Another option to leverage is the CMS Program for All-Inclusive Care for the Elderly (PACE), which has been associated with lower rates of hospitalizations and ED visits. The initiative provides all-encompassing care for older adults, especially those struggling with frailty who would otherwise need to be in a long-term care facility or nursing home. Although it’s typically only available to patients who are dual-eligible for Medicare and Medicaid, and most states have income and asset caps for the program, Kennedy suggested it could be expanded to enable more older adults to continue to live within their community and reduce their need for emergency care. But she cautioned that cuts to Medicaid might result in decreased federal support for PACE.

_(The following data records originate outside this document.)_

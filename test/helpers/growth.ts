// How a piece of work grows with its size, measured so that the machine's load cannot pass for growth:
// k runs of the small case are timed against one run of a case k times as large, so both sides take
// about as long and meet the same noise. Linear work gives a ratio near 1, quadratic near k.

/** Least of `tries` timings of `run`, in ms (the machine's noise only ever adds). */
function leastMs(run: () => void, tries: number): number {
  let best = Infinity;
  for (let t = 0; t < tries; t++) {
    const t0 = performance.now();
    run();
    best = Math.min(best, performance.now() - t0);
  }
  return best;
}

/**
 * Time of one large run over the time of `k` small runs (the large case being k times the small one):
 * about 1 when the work is linear in the size, about k when quadratic.
 */
export function growthRatio(small: () => void, large: () => void, k: number, tries = 3): { ratio: number; text: string } {
  small(); // warm the code up on both sizes
  large();
  const smallMs = leastMs(() => {
    for (let r = 0; r < k; r++) small();
  }, tries);
  const largeMs = leastMs(large, tries);
  return { ratio: largeMs / smallMs, text: `${k} small runs ${smallMs.toFixed(1)} ms, one run ${k} times larger ${largeMs.toFixed(1)} ms` };
}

Haimovich also noted that hospital bed capacity may be flexed by increasing nursing staff or hallway boarding for inpatient beds.
But ultimately, fixing the issue will need a system-wide approach that moves beyond hospital walls.
“I don’t really believe, as an ED physician, that there’s a ton that we can do…to move patients through more quickly,” Haimovich said. “This is a multi, multilevel problem and a very complicated one.”
Published Online: July 18, 2025. doi:10.1001/jama.2025.10103
Conflict of Interest Disclosures: Dr Kennedy reported receiving compensation for roles with the American College of Emergency Physicians (ACEP) geriatric ED accreditation program and being the immediate-past president for the organization’s Geriatric Emergency Medicine Section. Dr Biese reported being the founder of ApogeeCare and a medical advisor to Third Eye Health; serving on the board of West Health Policy; serving as chair of the Board of ACEP Geriatric Emergency Department Collaborative; and being the University of North Carolina principal investigator for the Geriatric Emergency Department Collaborative, which receives funding from John A. Hartford and West Health Foundations. Dr Haimovich reported that his funding for the project discussed in this article was supported by National Center for Advancing Translational Sciences grant K12TR004381 via Harvard Catalyst. No other disclosures were reported.